■ What needs to be done ■
Each line of the records below that contains "StoppingTime" needs to be copied.
----- Information given -----
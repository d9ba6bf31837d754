package safety

import (
	"math"
	"testing"
)

// TestProtectiveSeparation checks Sp against hand calculations of
// ISO/TS 15066:2016 §5.5.4 (formula Sp = Sh + Sr + Ss + C + Zd + Zr) with the
// constant-speed simplification Sh = v_h·(Tr + Ts), Sr = v_r·Tr. Inputs and
// arithmetic are stated for each case.
func TestProtectiveSeparation(t *testing.T) {
	cases := []struct {
		name string
		in   SeparationInputs
		want Separation
	}{
		{
			// ISO/TS 15066:2016 §5.5.4: v_h = 1.6 m/s, v_r = 1.0 m/s, Tr = 0.1 s,
			// Ts = 0.3 s, Ss = 0.15 m, C = 0.1 m, Zd = 0.05 m, Zr = 0.02 m:
			// Sh = 1.6·0.4 = 0.64; Sr = 1.0·0.1 = 0.1; Ss = 0.15;
			// Sp = 0.64 + 0.1 + 0.15 + 0.1 + 0.05 + 0.02 = 1.06 m.
			"stopping distance given",
			SeparationInputs{HumanSpeed: 1.6, RobotSpeed: 1.0, ReactionTime: 0.1, StoppingTime: 0.3,
				StoppingDistance: 0.15, Intrusion: 0.1, HumanUncertainty: 0.05, RobotUncertainty: 0.02},
			Separation{Sp: 1.06, Sh: 0.64, Sr: 0.1, Ss: 0.15, C: 0.1, Zd: 0.05, Zr: 0.02},
		},
		{
			// ISO/TS 15066:2016 §5.5.4: as above but only a stopping speed
			// vs = 0.4 m/s: Ss = vs·Ts = 0.12 m; Sp = 0.64 + 0.1 + 0.12 + 0.17 = 1.03 m.
			"stopping speed only",
			SeparationInputs{HumanSpeed: 1.6, RobotSpeed: 1.0, ReactionTime: 0.1, StoppingTime: 0.3,
				StoppingSpeed: 0.4, Intrusion: 0.1, HumanUncertainty: 0.05, RobotUncertainty: 0.02},
			Separation{Sp: 1.03, Sh: 0.64, Sr: 0.1, Ss: 0.12, C: 0.1, Zd: 0.05, Zr: 0.02},
		},
		{
			// ISO/TS 15066:2016 §5.5.4: neither stopping distance nor speed:
			// Ss = v_r·Ts = 1.0·0.3 = 0.3 m (upper bound);
			// Sp = 0.64 + 0.1 + 0.3 + 0.17 = 1.21 m.
			"robot speed bound",
			SeparationInputs{HumanSpeed: 1.6, RobotSpeed: 1.0, ReactionTime: 0.1, StoppingTime: 0.3,
				Intrusion: 0.1, HumanUncertainty: 0.05, RobotUncertainty: 0.02},
			Separation{Sp: 1.21, Sh: 0.64, Sr: 0.1, Ss: 0.3, C: 0.1, Zd: 0.05, Zr: 0.02},
		},
		{
			// ISO/TS 15066:2016 §5.5.4: robot at rest, v_h = 1.6 m/s,
			// Tr = 0.2 s, Ts = 0.5 s: Sh = 1.6·0.7 = 1.12 m, Sr = Ss = 0;
			// Sp = 1.12 m.
			"robot at rest",
			SeparationInputs{HumanSpeed: 1.6, ReactionTime: 0.2, StoppingTime: 0.5},
			Separation{Sp: 1.12, Sh: 1.12},
		},
		{
			// ISO/TS 15066:2016 §5.5.4: measured hand speed v_h = 2.5 m/s,
			// v_r = 0.25 m/s, Tr = 0.08 s, Ts = 0.12 s, Ss = 0.02 m, C = 0.208 m
			// (8·(40−14) mm), Zd = Zr = 0: Sh = 2.5·0.2 = 0.5; Sr = 0.02;
			// Sp = 0.5 + 0.02 + 0.02 + 0.208 = 0.748 m.
			"hand speed",
			SeparationInputs{HumanSpeed: 2.5, RobotSpeed: 0.25, ReactionTime: 0.08, StoppingTime: 0.12,
				StoppingDistance: 0.02, Intrusion: 0.208},
			Separation{Sp: 0.748, Sh: 0.5, Sr: 0.02, Ss: 0.02, C: 0.208},
		},
	}
	near := func(a, b float64) bool { return math.Abs(a-b) <= tol }
	for _, c := range cases {
		got, err := ProtectiveSeparation(c.in)
		if err != nil {
			t.Errorf("%s: unexpected error %v", c.name, err)
			continue
		}
		w := c.want
		if !near(got.Sp, w.Sp) || !near(got.Sh, w.Sh) || !near(got.Sr, w.Sr) || !near(got.Ss, w.Ss) ||
			!near(got.C, w.C) || !near(got.Zd, w.Zd) || !near(got.Zr, w.Zr) {
			t.Errorf("%s: got %+v, want %+v", c.name, got, w)
		}
	}
}

func TestProtectiveSeparationRejects(t *testing.T) {
	ok := SeparationInputs{HumanSpeed: 1.6, RobotSpeed: 1, ReactionTime: 0.1, StoppingTime: 0.3}
	set := []func(*SeparationInputs, float64){
		func(in *SeparationInputs, v float64) { in.HumanSpeed = v },
		func(in *SeparationInputs, v float64) { in.RobotSpeed = v },
		func(in *SeparationInputs, v float64) { in.ReactionTime = v },
		func(in *SeparationInputs, v float64) { in.StoppingTime = v },
		func(in *SeparationInputs, v float64) { in.StoppingDistance = v },
		func(in *SeparationInputs, v float64) { in.StoppingSpeed = v },
		func(in *SeparationInputs, v float64) { in.Intrusion = v },
		func(in *SeparationInputs, v float64) { in.HumanUncertainty = v },
		func(in *SeparationInputs, v float64) { in.RobotUncertainty = v },
	}
	for i, f := range set {
		for _, v := range []float64{-0.01, math.NaN(), math.Inf(1)} {
			in := ok
			f(&in, v)
			if _, err := ProtectiveSeparation(in); err == nil {
				t.Errorf("field %d = %v: accepted, want an error", i, v)
			}
		}
	}
	if _, err := ProtectiveSeparation(ok); err != nil {
		t.Errorf("valid inputs rejected: %v", err)
	}
}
-----
■ Task output ■
			SeparationInputs{HumanSpeed: 1.6, RobotSpeed: 1.0, ReactionTime: 0.1, StoppingTime: 0.3,
			SeparationInputs{HumanSpeed: 1.6, RobotSpeed: 1.0, ReactionTime: 0.1, StoppingTime: 0.3,
			SeparationInputs{HumanSpeed: 1.6, RobotSpeed: 1.0, ReactionTime: 0.1, StoppingTime: 0.3,
			SeparationInputs{HumanSpeed: 1.6, ReactionTime: 0.2, StoppingTime: 0.5},
			SeparationInputs{HumanSpeed: 2.5, RobotSpeed: 0.25, ReactionTime: 0.08, StoppingTime: 0.12,
	ok := SeparationInputs{HumanSpeed: 1.6, RobotSpeed: 1, ReactionTime: 0.1, StoppingTime: 0.3}
		func(in *SeparationInputs, v float64) { in.StoppingTime = v },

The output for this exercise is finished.